Management of Depression - Medication

Medication

To find the most effective pharmaceutical treatment, the dosages of medications must often be adjusted, different combinations of antidepressants tried, or antidepressants changed. Response rates to the first agent administered may be as low as 50%. It may take anywhere from three to eight weeks after the start of medication before its therapeutic effects can be fully discovered. Patients are generally advised not to stop taking an antidepressant suddenly and to continue its use for at least four months to prevent the chance of recurrence.

Selective serotonin reuptake inhibitors (SSRIs), such as sertraline (Zoloft, Lustral), escitalopram (Lexapro, Cipralex), fluoxetine (Prozac), paroxetine (Seroxat), and citalopram (Cipralex), are the primary medications considered, due to their relatively mild side effects and broad effect on the symptoms of depression and anxiety, as well as reduced risk in overdose, compared to their older tricyclic alternatives. Those who do not respond to the first SSRI tried can be switched to another; such a switch results in improvement in almost 50% of cases. Another popular option is to switch to the atypical antidepressant bupropion (Wellbutrin) or to add bupropion to the existing therapy; this strategy is possibly more effective.
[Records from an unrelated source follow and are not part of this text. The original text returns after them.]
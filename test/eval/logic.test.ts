// Comparisons, boolean logic and Where against onnxruntime-node with broadcasting on seeded random shapes.
import { describe, it } from 'vitest';
import { SEEDS, T, bcastShape, count, randInt, randShape, randn, rng, vsOrt } from './ort-compare.js';

describe('comparisons, logic, Where (outside check: onnxruntime-node)', () => {
  for (const [op, opset] of [['Equal', 13], ['Less', 13], ['Greater', 13], ['LessOrEqual', 16], ['GreaterOrEqual', 16], ['Equal', 11], ['Less', 9]] as const) {
    it(`${op}@${opset} on float and int64 inputs`, async () => {
      for (const seed of SEEDS) {
        const r = rng(seed);
        const a = randShape(r), b = bcastShape(r, a);
        const fa = Float32Array.from(randInt(r, count(a), -2, 2)), fb = Float32Array.from(randInt(r, count(b), -2, 2)); // ties happen
        await vsOrt(op, opset, [{ name: 'a', dims: a, data: fa }, { name: 'b', dims: b, data: fb }], {}, [{ name: 'y', type: T.BOOL }]);
                await vsOrt(op, opset, [{ name: 'a', dims: b, data: fb, type: T.INT64 }, { name: 'b', dims: a, data: fa, type: T.INT64 }], {}, [{ name: 'y', type: T.BOOL }]);
      }
    });
  }

  for (const op of ['And', 'Or', 'Xor']) {
    it(`${op} on broadcast bool tensors; Not`, async () => {
      for (const seed of SEEDS) {
        const r = rng(seed);
        const a = randShape(r), b = bcastShape(r, a);
        // bool tensors go in as initializers: the onnxruntime-node feed helper has no bool tensor type
        const x = { name: 'a', dims: a, data: randInt(r, count(a), 0, 1), type: T.BOOL, init: true };
        const y = { name: 'b', dims: b, data: randInt(r, count(b), 0, 1), type: T.BOOL, init: true };
        await vsOrt(op, 7, [x, y], {}, [{ name: 'y', type: T.BOOL }]);
        await vsOrt('Not', 1, [x], {}, [{ name: 'y', type: T.BOOL }]);
      }
    });
  }

  it('IsNaN and IsInf (detect_negative / detect_positive)', async () => {
    const x = { name: 'x', dims: [2, 4], data: [NaN, Infinity, -Infinity, 0, 1.5, -2, NaN, Infinity] };
    const b = [{ name: 'y', type: T.BOOL }];
    await vsOrt('IsNaN', 13, [x], {}, b);
    await vsOrt('IsInf', 10, [x], {}, b);
    await vsOrt('IsInf', 10, [x], { detect_negative: 0 }, b);
    await vsOrt('IsInf', 10, [x], { detect_positive: 0 }, b);
  });

  it('Where with three-way broadcasting, float and int64 values', async () => {
    for (const seed of SEEDS) {
      const r = rng(seed);
      const dims = randShape(r, 1, 4);
      const c = bcastShape(r, dims), x = bcastShape(r, dims);
      const cond = { name: 'c', dims: c, data: randInt(r, count(c), 0, 1), type: T.BOOL, init: true };
      await vsOrt('Where', 16, [cond, { name: 'x', dims: x, data: randn(r, count(x)) }, { name: 'y', dims, data: randn(r, count(dims)) }], {}, [{ name: 'z' }]);
      await vsOrt('Where', 9, [cond, { name: 'x', dims, data: randInt(r, count(dims), -5, 5), type: T.INT64 }, { name: 'y', dims: x, data: randInt(r, count(x), -5, 5), type: T.INT64 }], {}, [{ name: 'z', type: T.INT64 }]);
    }
  });
});
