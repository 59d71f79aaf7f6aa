// ReverseSequence. Outside check: onnxruntime-node (graph optimizations off) on seeded random shapes, both axis
// layouts and random sequence lengths (0 to the full length).
import { describe, it } from 'vitest';
import { SEEDS, T, count, randInt, randn, rng, vsOrt } from './ort-compare.js';

describe('ReverseSequence (outside check: onnxruntime-node)', () => {
  it('time-major and batch-major, rank 2-4', async () => {
    for (const seed of SEEDS) {
      const r = rng(seed);
      const rank = 2 + Math.floor(r() * 3);
      const dims = Array.from({ length: rank }, () => 1 + Math.floor(r() * 4));
      const x = { name: 'x', dims, data: randn(r, count(dims)) };
      for (const [t, b] of [[0, 1], [1, 0]] as const) {
        const lens = randInt(r, dims[b]!, 0, dims[t]!);
        await vsOrt('ReverseSequence', 10, [x, { name: 'l', dims: [dims[b]!], data: lens, type: T.INT64, init: true }], { time_axis: t, batch_axis: b });
      }
    }
  });
});
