// Constant in each attribute form (value, value_float(s), value_int(s)) against onnxruntime-node, and the
// one-line error for forms pleat does not evaluate.
import { describe, expect, it } from 'vitest';
import { f, fs, tensor } from '../helpers/build.js';
import { T, vsOrt } from './ort-compare.js';
import { Constant } from '../../src/eval/kernels/constant.js';
import type { Node } from '../../src/graph/ir.js';

describe('Constant (outside check: onnxruntime-node)', () => {
  it('value tensors of several types, value_float(s) and value_int(s)', async () => {
    await vsOrt('Constant', 13, [], { value: tensor('v', [2, 2], [1.5, -2, 3.25, 0]) });
    await vsOrt('Constant', 13, [], { value: tensor('v', [3], [1, -2, 3], T.INT64, 'typed') }, [{ name: 'y', type: T.INT64 }]);
    await vsOrt('Constant', 13, [], { value: tensor('v', [2], [1.5, 2.5], T.DOUBLE) }, [{ name: 'y', type: T.DOUBLE }]);
    await vsOrt('Constant', 13, [], { value_float: f(0.25) });
    await vsOrt('Constant', 13, [], { value_floats: fs([0.5, -1.5, 2]) });
    await vsOrt('Constant', 13, [], { value_int: 7 }, [{ name: 'y', type: T.INT64 }]);
    await vsOrt('Constant', 13, [], { value_ints: [3, -4, 5] }, [{ name: 'y', type: T.INT64 }]);
  });

  it('a value_string constant stops with an unsupported-op error naming node and opset', () => {
    const node: Node = {
      name: 'c1', opType: 'Constant', domain: '', inputs: [], outputs: ['y'], docString: '', extra: [],
      attributes: [{ name: 'value_string', value: { type: 'STRING', s: new TextEncoder().encode('hi') }, docString: '', refAttrName: '', extra: [] }],
    };
    expect(() => Constant.run([], { node, opset: 13, precision: 'float64', runSubgraph: () => [] }))
      .toThrow(/node 'c1': ai.onnx.Constant at opset 13: the value_string attribute is not supported/);
  });
});
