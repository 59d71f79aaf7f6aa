// GatherElements and GatherND. Outside check: onnxruntime-node (graph optimizations off) on seeded random
// shapes, axes, batch_dims and negative indices.
import { describe, it } from 'vitest';
import { SEEDS, T, count, randInt, randShape, randn, rng, vsOrt } from './ort-compare.js';

describe('GatherElements (outside check: onnxruntime-node)', () => {
  it('every axis, negative indices', async () => {
    for (const seed of SEEDS) {
      const r = rng(seed);
      const dims = randShape(r, 1, 4);
      const x = { name: 'x', dims, data: randn(r, count(dims)) };
      for (let axis = 0; axis < dims.length; axis++) {
        const idims = dims.map((d, k) => (k === axis ? 1 + Math.floor(r() * 4) : Math.max(1, d - Math.floor(r() * 2))));
        const idx = randInt(r, count(idims), -dims[axis]!, dims[axis]! - 1);
        await vsOrt('GatherElements', 13, [x, { name: 'i', dims: idims, data: idx, type: T.INT64 }], { axis: r() < 0.5 ? axis : axis - dims.length });
      }
    }
  });
});

describe('GatherND (outside check: onnxruntime-node)', () => {
  it('index depths 1..rank-b, batch_dims 0..2', async () => {
    for (const seed of SEEDS) {
      const r = rng(20 + seed);
      const dims = randShape(r, 2, 4);
      const x = { name: 'x', dims, data: randn(r, count(dims)) };
      for (let b = 0; b < Math.min(3, dims.length); b++) {
        const m = 1 + Math.floor(r() * (dims.length - b));
        const mid = randShape(r, 0, 2, 3);
        const idims = [...dims.slice(0, b), ...mid, m];
        const idx: number[] = [];
        for (let t = 0; t < count(idims) / m; t++) for (let j = 0; j < m; j++) idx.push(randInt(r, 1, -dims[b + j]!, dims[b + j]! - 1)[0]!);
        await vsOrt('GatherND', 13, [x, { name: 'i', dims: idims, data: idx, type: T.INT64 }], { batch_dims: b });
      }
    }
  });
});
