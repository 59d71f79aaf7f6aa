// The evaluator core: node order, errors naming node and value, buffer reuse that never corrupts a live
// value, subgraph scoping, the decoded-initializer cache, and the two GEMM paths against the definition of
// the matrix product. Model-level numbers are checked against onnxruntime-node.
import { describe, expect, it } from 'vitest';
import { GraphBuilder, T, modelBytes, randn, rng } from '../helpers/build.js';
import { runOrt, maxDiff } from '../helpers/ort.js';
import { parseModel } from '../../src/onnx/read.js';
import { runModel, tensorToValue } from '../../src/eval/run.js';
import { gemm, rowMajor, setSimd } from '../../src/eval/gemm.js';
import { setTensorValues } from '../../src/graph/edit.js';
import { isPleatError } from '../../src/errors.js';
import type { Value } from '../../src/eval/value.js';

const feed = (name: string, dims: number[], data: ArrayLike<number>): [string, Value] => [name, { type: T.FLOAT, dims, data: Float64Array.from(data) }];

function thrown(f: () => unknown): Error & { kind?: string } {
  try { f(); } catch (e) { return e as Error & { kind?: string }; }
  throw new Error('expected an error');
}

describe('runModel', () => {
  it('a conv stack with shared intermediates matches onnxruntime-node, and repeated runs give identical results', async () => {
    // x -> Conv -> a ; a -> MaxPool -> b ; a -> AveragePool -> c ; Conv(b) -> d ; d is an output, so is a copy of c via Identity
    const r = rng(11);
    const g = new GraphBuilder();
    g.input('x', [1, 3, 16, 16]).output('d').output('e').output('a');
    g.init('w1', [8, 3, 3, 3], randn(r, 216)); g.init('w2', [4, 8, 3, 3], randn(r, 288));
    g.node('Conv', ['x', 'w1'], { pads: [1, 1, 1, 1] }, { outputs: ['a'] });
    g.node('MaxPool', ['a'], { kernel_shape: [2, 2], strides: [2, 2] }, { outputs: ['b'] });
    g.node('AveragePool', ['a'], { kernel_shape: [2, 2], strides: [2, 2] }, { outputs: ['c'] });
    g.node('Conv', ['b', 'w2'], { pads: [1, 1, 1, 1] }, { outputs: ['d'] });
    g.node('Identity', ['c'], {}, { outputs: ['e'] });
    const bytes = modelBytes(g, { opset: 13 });
    const x = randn(r, 768);
    const ref = await runOrt(bytes, { x: { dims: [1, 3, 16, 16], data: x } });
    const model = parseModel(bytes, '.');
    const first = runModel(model, new Map([feed('x', [1, 3, 16, 16], x)]), { precision: 'float64' });
    expect([...first.keys()]).toEqual(['d', 'e', 'a']);
    const snapshot = [...first.values()].map((v) => Array.from(v.data));
    for (let i = 0; i < 3; i++) {
      for (const p of ['float32', 'float64'] as const) {
        const out = runModel(model, new Map([feed('x', [1, 3, 16, 16], x)]), { precision: p });
        for (const name of ['d', 'e', 'a']) {
          const { maxAbs, scale } = maxDiff(out.get(name)!.data, ref[name]!.data);
          expect(maxAbs, `${name} ${p}`).toBeLessThanOrEqual(4e-5 * scale);
        }
      }
    }
    // results handed out earlier were not overwritten by later runs reusing buffers
    expect([...first.values()].map((v) => Array.from(v.data))).toEqual(snapshot);
  });

  it('reading an undefined value is a one-line bad-model error naming node and value', () => {
    const g = new GraphBuilder();
    g.input('x', [1, 1, 2, 2]).output('y');
    g.node('MaxPool', ['nowhere'], { kernel_shape: [1, 1] }, { name: 'pool_a', outputs: ['y'] });
    const e = thrown(() => runModel(parseModel(modelBytes(g), '.'), new Map([feed('x', [1, 1, 2, 2], [1, 2, 3, 4])]), { precision: 'float64' }));
    expect(isPleatError(e) && e.kind).toBe('bad-model');
    expect(e.message).toContain("'pool_a'");
    expect(e.message).toContain("'nowhere'");
    expect(e.message).not.toContain('\n');
  });

  it('an unknown operator and an unknown attribute value are unsupported-op errors naming op, node and opset', () => {
    const g = new GraphBuilder();
    g.input('x', [1, 1, 2, 2]).output('y');
    g.node('FancyOp', ['x'], {}, { name: 'odd', outputs: ['y'] });
    const e = thrown(() => runModel(parseModel(modelBytes(g, { opset: 13 }), '.'), new Map([feed('x', [1, 1, 2, 2], [1, 2, 3, 4])]), { precision: 'float64' }));
    expect(e.kind).toBe('unsupported-op');
    expect(e.message).toMatch(/odd.*FancyOp.*13/);
    const g2 = new GraphBuilder();
    g2.input('x', [1, 1, 2, 2]).output('y');
    g2.node('MaxPool', ['x'], { kernel_shape: [1, 1], auto_pad: 'SIDEWAYS' }, { name: 'p1', outputs: ['y'] });
    const e2 = thrown(() => runModel(parseModel(modelBytes(g2, { opset: 12 }), '.'), new Map([feed('x', [1, 1, 2, 2], [1, 2, 3, 4])]), { precision: 'float64' }));
    expect(e2.kind).toBe('unsupported-op');
    expect(e2.message).toMatch(/p1.*MaxPool.*12.*SIDEWAYS/);
  });

  it('a missing model input is a bad-input error; an initializer-backed input defaults to its initializer', () => {
    const g = new GraphBuilder();
    g.input('x', [1, 1, 2, 2]).input('w', [1, 1, 1, 1]).output('y');
    g.init('w', [1, 1, 1, 1], [3]);
    g.node('Conv', ['x', 'w'], {}, { outputs: ['y'] });
    const model = parseModel(modelBytes(g), '.');
    expect(thrown(() => runModel(model, new Map(), { precision: 'float64' })).kind).toBe('bad-input');
    const y = runModel(model, new Map([feed('x', [1, 1, 2, 2], [1, 2, 3, 4])]), { precision: 'float64' }).get('y')!;
    expect(Array.from(y.data)).toEqual([3, 6, 9, 12]);
    const y2 = runModel(model, new Map([feed('x', [1, 1, 2, 2], [1, 2, 3, 4]), feed('w', [1, 1, 1, 1], [-1])]), { precision: 'float64' }).get('y')!;
    expect(Array.from(y2.data)).toEqual([-1, -2, -3, -4]);
  });

  it('an edited initializer is decoded afresh, and an initializer returned as an output is a copy', () => {
    const g = new GraphBuilder();
    g.input('x', [1, 1, 1, 2]).output('y').output('w');
    g.init('w', [1, 1, 1, 1], [2]);
    g.node('Conv', ['x', 'w'], {}, { outputs: ['y'] });
    const model = parseModel(modelBytes(g), '.');
    const run = () => runModel(model, new Map([feed('x', [1, 1, 1, 2], [1, 2])]), { precision: 'float32' });
    expect(Array.from(run().get('y')!.data)).toEqual([2, 4]);
    const w = run().get('w')!;
    w.data[0] = 100; // the caller's copy, not the cache
    expect(Array.from(run().get('y')!.data)).toEqual([2, 4]);
    setTensorValues(model.graph.initializers[0]!, [5]);
    expect(Array.from(run().get('y')!.data)).toEqual([5, 10]);
    expect(tensorToValue(model.graph.initializers[0]!, 'float32').data).toBeInstanceOf(Float32Array);
  });
});

describe('subgraphs', () => {
  it('an If branch reads an outer value through Identity without its buffer being recycled (checked against onnxruntime-node)', async () => {
    const r = rng(8);
    const branch = new GraphBuilder('then');
    branch.output('bo');
    branch.node('Identity', ['a'], {}, { outputs: ['t'] });
    branch.node('AveragePool', ['t'], { kernel_shape: [1, 1] }, { outputs: ['bo'] });
    const other = new GraphBuilder('else');
    other.output('eo');
    other.node('MaxPool', ['a'], { kernel_shape: [2, 2] }, { outputs: ['eo'] });
    const g = new GraphBuilder();
    g.input('x', [1, 2, 40, 40]).output('y').output('y2');
    g.init('w', [4, 2, 1, 1], randn(r, 8));
    g.init('c', [], [1], T.BOOL);
    g.node('Conv', ['x', 'w'], {}, { outputs: ['a'] });
    g.node('If', ['c'], { then_branch: branch, else_branch: other }, { outputs: ['y'] });
    g.node('MaxPool', ['a'], { kernel_shape: [1, 1] }, { outputs: ['y2'] });
    const bytes = modelBytes(g, { opset: 13 });
    const x = randn(r, 3200);
    const ref = await runOrt(bytes, { x: { dims: [1, 2, 40, 40], data: x } });
    const out = runModel(parseModel(bytes, '.'), new Map([feed('x', [1, 2, 40, 40], x)]), { precision: 'float32' });
    for (const n of ['y', 'y2']) {
      const { maxAbs, scale } = maxDiff(out.get(n)!.data, ref[n]!.data);
      expect(maxAbs, n).toBeLessThanOrEqual(1e-5 * scale);
    }
  });
});

describe('gemm (both the WebAssembly SIMD path and the scalar path) against the definition C[i][j] = sum_k A[i][k] B[k][j]', () => {
  it('random shapes, transposed operands, accumulation, both element types', () => {
    const r = rng(42);
    for (const simd of [true, false]) {
      setSimd(simd);
      try {
        for (let t = 0; t < 25; t++) {
          const M = 1 + Math.floor(r() * 70), N = 1 + Math.floor(r() * 300), K = 1 + Math.floor(r() * 150);
          const tA = r() < 0.5, tB = r() < 0.5, acc = r() < 0.3, f32 = r() < 0.5;
          const A = Float64Array.from(randn(r, M * K)), B = Float64Array.from(randn(r, K * N));
          const C0 = Float64Array.from(randn(r, M * N));
          const want = new Float64Array(M * N);
          for (let i = 0; i < M; i++) for (let j = 0; j < N; j++) {
            let s = acc ? C0[i * N + j]! : 0;
            for (let k = 0; k < K; k++) s += (tA ? A[k * M + i]! : A[i * K + k]!) * (tB ? B[j * K + k]! : B[k * N + j]!);
            want[i * N + j] = s;
          }
          const C = f32 ? Float32Array.from(C0) : Float64Array.from(C0);
          const a = f32 ? Float32Array.from(A) : A, b = f32 ? Float32Array.from(B) : B;
          gemm(M, N, K, rowMajor(a, 0, tA ? M : K, tA), rowMajor(b, 0, tB ? K : N, tB), C, 0, N, acc);
          const { maxAbs } = maxDiff(C, want);
          expect(maxAbs, `simd ${simd} f32 ${f32} M${M} N${N} K${K}`).toBeLessThanOrEqual((f32 ? 1e-5 : 1e-12) * Math.sqrt(K) * 10);
        }
      } finally { setSimd(true); }
    }
  });
});
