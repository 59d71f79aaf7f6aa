// ScatterElements, ScatterND and the deprecated Scatter. Outside check: onnxruntime-node (graph optimizations
// off) on seeded random shapes and axes, every reduction of opset 18; without reduction the indices are
// distinct (the standard leaves duplicate targets unspecified there).
import { describe, it } from 'vitest';
import { SEEDS, T, count, randShape, randn, rng, vsOrt, type In } from './ort-compare.js';

/** n distinct positions in [0, len), shuffled, as possibly negative indices. */
function distinct(r: () => number, n: number, len: number): number[] {
  const all = Array.from({ length: len }, (_, i) => i);
  for (let i = len - 1; i > 0; i--) { const j = Math.floor(r() * (i + 1)); [all[i], all[j]] = [all[j]!, all[i]!]; }
  return all.slice(0, n).map((v) => (r() < 0.3 ? v - len : v));
}

function elementsCase(r: () => number, reduced: boolean): { ins: In[]; axis: number } {
  const dims = randShape(r, 1, 3, 4);
  const axis = Math.floor(r() * dims.length);
  const idims = dims.map((d, k) => (k === axis ? 1 + Math.floor(r() * d) : Math.max(1, d - Math.floor(r() * 2))));
  // per line along the axis: distinct targets (no reduction) or any targets (reduction)
  const outer = count(idims.slice(0, axis)), inner = count(idims.slice(axis + 1)), n = idims[axis]!;
  const idx = new Array<number>(count(idims));
  for (let o = 0; o < outer; o++) {
    for (let i = 0; i < inner; i++) {
      const pick = reduced ? Array.from({ length: n }, () => Math.floor(r() * dims[axis]!)) : distinct(r, n, dims[axis]!);
      for (let k = 0; k < n; k++) idx[(o * n + k) * inner + i] = pick[k]!;
    }
  }
  return {
    axis,
    ins: [
      { name: 'x', dims, data: randn(r, count(dims)) },
      { name: 'i', dims: idims, data: idx, type: T.INT64 },
      { name: 'u', dims: idims, data: randn(r, count(idims)) },
    ],
  };
}

describe('ScatterElements and Scatter (outside check: onnxruntime-node)', () => {
  it('no reduction (opsets 9 Scatter, 11, 13), every reduction (opsets 16 and 18)', async () => {
    for (const seed of SEEDS) {
      const r = rng(seed);
      const plain = elementsCase(r, false);
      await vsOrt('Scatter', 9, plain.ins, { axis: plain.axis });
      await vsOrt('ScatterElements', 11, plain.ins, { axis: plain.axis });
      await vsOrt('ScatterElements', 13, plain.ins, { axis: plain.axis - plain.ins[0]!.dims.length });
      const red = elementsCase(r, true);
      for (const reduction of ['add', 'mul']) await vsOrt('ScatterElements', 16, red.ins, { axis: red.axis, reduction });
      for (const reduction of ['max', 'min']) await vsOrt('ScatterElements', 18, red.ins, { axis: red.axis, reduction });
    }
  });
});

describe('ScatterND (outside check: onnxruntime-node)', () => {
  it('slices of every depth, no reduction and every reduction', async () => {
    for (const seed of SEEDS) {
      const r = rng(30 + seed);
      const dims = randShape(r, 1, 3, 4);
      const k = 1 + Math.floor(r() * dims.length);
      const cells = count(dims.slice(0, k));
      const rows = 1 + Math.floor(r() * cells);
      for (const reduction of ['none', 'add', 'mul', 'max', 'min']) {
        // distinct rows without reduction, repeated rows with it
        const flat = reduction === 'none' ? distinct(r, rows, cells).map((v) => (v + cells) % cells) : Array.from({ length: rows }, () => Math.floor(r() * cells));
        const idx: number[] = [];
        for (const f of flat) {
          let rem = f;
          const coord = new Array<number>(k);
          for (let j = k - 1; j >= 0; j--) { coord[j] = rem % dims[j]!; rem = Math.floor(rem / dims[j]!); }
          idx.push(...coord.map((c, j) => (r() < 0.3 ? c - dims[j]! : c)));
        }
        const udims = [rows, ...dims.slice(k)];
        const ins: In[] = [
          { name: 'x', dims, data: randn(r, count(dims)) },
          { name: 'i', dims: [rows, k], data: idx, type: T.INT64 },
          { name: 'u', dims: udims, data: randn(r, count(udims)) },
        ];
        if (reduction === 'none') await vsOrt('ScatterND', 11, ins);
        await vsOrt('ScatterND', 18, ins, { reduction });
      }
    }
  });
});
It is not uncommon for SSRIs to cause or worsen insomnia; the sedating antidepressant mirtazapine (Zispin, Remeron) can be used in such cases. Cognitive Behavioral Therapy for Insomnia can also help to alleviate the insomnia without additional medication. Venlafaxine (Effexor) may be moderately more effective than SSRIs; however, it is not recommended as a first-line treatment because of the higher rate of side effects, and its use is specifically discouraged in children and adolescents. Fluoxetine is the only antidepressant recommended for people under the age of 18. Evidence of effectiveness of SSRIs in those with depression complicated by dementia is lacking.

Tricyclic antidepressants have more side effects than SSRIs and are usually reserved for the treatment of inpatients, for whom the tricyclic antidepressant amitriptyline, in particular, appears to be more effective. A different class of antidepressants, the monoamine oxidase inhibitors, have historically been plagued by questionable efficacy and life-threatening adverse effects. They are still used only rarely, although newer agents of this class (RIMA), with a better side effect profile, have been developed.